Anti-American School Officials Expel Innocent Boy
|April 16, 2002||Posted by Staff under Archive, Progress Report, The Progress Report|
The World’s Stupidest School Officials?
ACLU Defends Ohio 8th Grader Expelled for Humorous Web Site Created at Home
Out-of-control anti-American school officials have attacked the free speech of one of their students. The American Civil Liberties Union (ACLU) is defending the student and the U.S. Constitution. Here are the details.
CLEVELAND–The American Civil Liberties Union of Ohio today filed a federal lawsuit challenging the suspension and expulsion of an 8th grade student over a web site he and his friends created off-campus.
Jonathon Coy, now 15, together with several friends created an off-campus web site dedicated to skateboarding and humor. In April 2001, officials at North Canton Middle School suspended him for five days and then placed him on school expulsion until November.
“This is yet another sad example of school officials reacting hysterically to innocent student expression,” said Raymond Vasvari, Legal Director of the American Civil Liberties Union of Ohio, which is representing the Coy family in federal court. “What students say and do on their own time is between them and their parents, and is not the business of over-zealous administrators.”
Nothing on the site was obscene, Vasvari noted, and teachers, administrators and the North Canton Schools generally were not even mentioned. Despite this, school officials charged Coy with bullying.
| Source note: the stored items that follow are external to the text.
/// Value and derivatives at one point, in physical parameters θ
/// ([`KinematicChi2::eval_physical_into`]) or internal parameters x
/// ([`KinematicChi2::expand_into`]): the cost with its gradient, the
/// Hessian of the Lagrangian and the constraint residuals with their
/// Jacobian (in x: scaled, c̃_t = c_t / width_t). Arrays are row-major over
/// the leading n (parameters) and m (terms) entries. Reused across
/// iterations, so it is written in place rather than returned.
#[derive(Clone)]
pub(crate) struct Expansion {
    /// Cost (+∞ outside the domain: a common mass ≤ 0).
    pub f: f64,
    /// Gradient of the cost.
    pub g: [f64; MAX_PARAMS],
    /// Gradient of the multiplier part Σ λ_t c_t / width_t.
    pub gl: [f64; MAX_PARAMS],
    /// Hessian of cost + Σ_t λ_t c_t / width_t, row-major n×n.
    pub h: [f64; MAX_PARAMS * MAX_PARAMS],
    /// Residuals.
    pub c: [f64; MAX_TERMS],
    /// Residual gradients, row t.
    pub a: [[f64; MAX_PARAMS]; MAX_TERMS],
}

impl Expansion {
    /// All zeros (a placeholder until the first evaluation).
    pub(crate) fn empty() -> Self {
        Expansion {
            f: 0.0,
            g: [0.0; MAX_PARAMS],
            gl: [0.0; MAX_PARAMS],
            h: [0.0; MAX_PARAMS * MAX_PARAMS],
            c: [0.0; MAX_TERMS],
            a: [[0.0; MAX_PARAMS]; MAX_TERMS],
        }
    }
}

impl CostFunction for KinematicChi2 {
    type Param = Params;
    type Output = f64;

    fn cost(&self, x: &Params) -> Result<f64, Error> {
        Ok(self.value_physical(&self.to_physical(x)).0)
    }
}

impl Gradient for KinematicChi2 {
    type Param = Params;
    type Gradient = Params;

    /// Computes gradient and Hessian together and keeps the Hessian for the
    /// `hessian` call that argmin's trust region makes next at the same x.
    fn gradient(&self, x: &Params) -> Result<Params, Error> {
        let (_, g, h) = self.eval_internal(x);
        *self.0.cache.borrow_mut() = Some(Cache { x: *x, h });
        Ok(g)
    }
}

impl Hessian for KinematicChi2 {
    type Param = Params;
    type Hessian = HessianMatrix;

    fn hessian(&self, x: &Params) -> Result<HessianMatrix, Error> {
        if let Some(c) = self.0.cache.borrow().as_ref() {
            if c.x == *x {
                return Ok(c.h.clone());
            }
        }
        Ok(self.eval_internal(x).2)
    }
}

/// The massless neutrino four-momentum (with the tiny regulator).
#[inline]
pub(crate) fn neutrino_p4(px: f64, py: f64, pz: f64) -> FourMomentum {
    let e = (px * px + py * py + pz * pz + NEUTRINO_MASS2_REGULATOR).sqrt();
    FourMomentum::new(px, py, pz, e)
}

#[inline]
pub(crate) fn signed_sqrt(m2: f64) -> f64 {
    if m2 >= 0.0 {
        m2.sqrt()
    } else {
        -(-m2).sqrt()
    }
}

#[cfg(test)]
mod tests {
    use super::*;
    use crate::input::{Composite, Constraint, FitInput, Measured, NeutrinoStart};

    /// A bW-pair-like input: 4 jets, a muon, a neutrino, two W masses and
    /// an equal-mass pair.
    fn input() -> FitInput {
        let mut input = FitInput::new();
        let jets = [
            (120.0, 0.3, 0.1, 8.0),
            (60.0, -0.5, 1.3, 5.0),
            (45.0, 0.9, 2.2, 4.0),
            (150.0, -1.1, -2.0, 9.0),
        ];
        for (pt, eta, phi, m) in jets {
            let p4 = FourMomentum::from_pt_eta_phi_m(pt, eta, phi, m);
            input.add_object(Measured::jet(p4)).unwrap();
        }
        let mu = FourMomentum::from_pt_eta_phi_m(70.0, 0.2, -1.0, 0.1);
        let lep = input.add_object(Measured::muon(mu)).unwrap();
        input
            .set_neutrino(NeutrinoStart {
                p3: [40.0, -30.0, 25.0],
                met: [45.0, -25.0],
                met_cov: [300.0, 20.0, 250.0],
            })
            .unwrap();
        let wh = input.add_composite(Composite::of(&[1, 2], false)).unwrap();
        let wl = input.add_composite(Composite::of(&[lep], true)).unwrap();
        let bh = input
            .add_composite(Composite::of(&[0, 1, 2], false))
            .unwrap();
        let bl = input.add_composite(Composite::of(&[3, lep], true)).unwrap();
        input.add_constraint(Constraint::w_mass(wh)).unwrap();
        input.add_constraint(Constraint::w_mass(wl)).unwrap();
        input
            .add_constraint(Constraint::EqualMass {
                a: bh,
                b: bl,
                width: 25.0,
            })
            .unwrap();
        input
    }

    /// The solver's expansion (cost gradient, residual Jacobian, Hessian
    /// of the Lagrangian) against central finite differences, for both
    /// soft and constraint-only weights.
    #[test]
    fn expansion_matches_finite_differences() {
        let model = ResolutionModel::default();
        {
            for hard in [false, true] {
                let mut p = KinematicChi2::new(&input(), &model).unwrap();
                if hard {
                    for t in 0..p.n_terms() {
                        p.set_term_weights(t, 0.0, 0.0);
                    }
                }
                let (n, m) = (p.n_params(), p.n_terms());
                let mut x = Params::zeros();
                for i in 0..n {
                    x[i] = 0.3 * ((i as f64) * 1.7).sin();
                }
                let lambda = [
                    0.7, -1.3, 0.4, 2.1, 0.0, 0.0, 0.0, 0.0, 0.0, 0.0, 0.0, 0.0, 0.0, 0.0, 0.0, 0.0,
                ];
                let mut e = Expansion::empty();
                p.expand_into(&x, &lambda, &mut e);
                let lagrangian = |x: &Params| {
                    let (f, c) = p.value_and_residuals(x);
                    f + (0..m).map(|t| lambda[t] * c[t]).sum::<f64>()
                };
                let h = 1e-5;
                for i in 0..n {
                    let (mut xp, mut xm) = (x, x);
                    xp[i] += h;
                    xm[i] -= h;
                    let (fp, cp) = p.value_and_residuals(&xp);
                    let (fm, cm) = p.value_and_residuals(&xm);
                    let fd = (fp - fm) / (2.0 * h);
                    assert!((fd - e.g[i]).abs() < 1e-5 * (1.0 + fd.abs()), "g[{i}]");
                    for t in 0..m {
                        let fd = (cp[t] - cm[t]) / (2.0 * h);
                        assert!(
                            (fd - e.a[t][i]).abs() < 1e-5 * (1.0 + fd.abs()),
                            "a[{t}][{i}]"
                        );
                    }
                    for j in 0..n {
                        let mut v = [0.0; 4];
                        for (k, (si, sj)) in [(1.0, 1.0), (1.0, -1.0), (-1.0, 1.0), (-1.0, -1.0)]
                            .iter()
                            .enumerate()
                        {
                            let mut xx = x;
                            xx[i] += si * 1e-4;
                            xx[j] += sj * 1e-4;
                            v[k] = lagrangian(&xx);
                        }
                        let fd = (v[0] - v[1] - v[2] + v[3]) / 4e-8;
                        let an = e.h[i * n + j];
                        assert!(
                            (fd - an).abs() < 1e-3 * (1.0 + an.abs()),
                            "hard {hard} h[{i}][{j}]: {an} vs {fd}"
                        );
                    }
                }
            }
        }
    }
}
Local police were also sent to the Coy household to review the site with Jonathon’s parents, but could find nothing wrong with it.
The web site, which Coy created on his home computer on his own time, featured him and friends in humorous photos and focused on skateboarding, videography and juvenile humor.
The Supreme Court has held that schools may limit student speech in connection with school activities and events, but has never allowed administrators to censor student speech off campus, the ACLU said in legal papers.
“Schools have got to stop playing fast and loose with the constitutional rights of their students,” said Jillian Davis, ACLU Staff Counsel, who also represents Coy. “Jonathan Coy is the latest victim of the zero-tolerance mindset of our schools. He did nothing wrong, but has suffered academically and emotionally as a result of his punishment. This has to stop.”
The ACLU is asking the federal court to declare the school’s action unconstitutional, to end Jonathan’s expulsion and erase it from his record. The lawsuit also seeks money damages.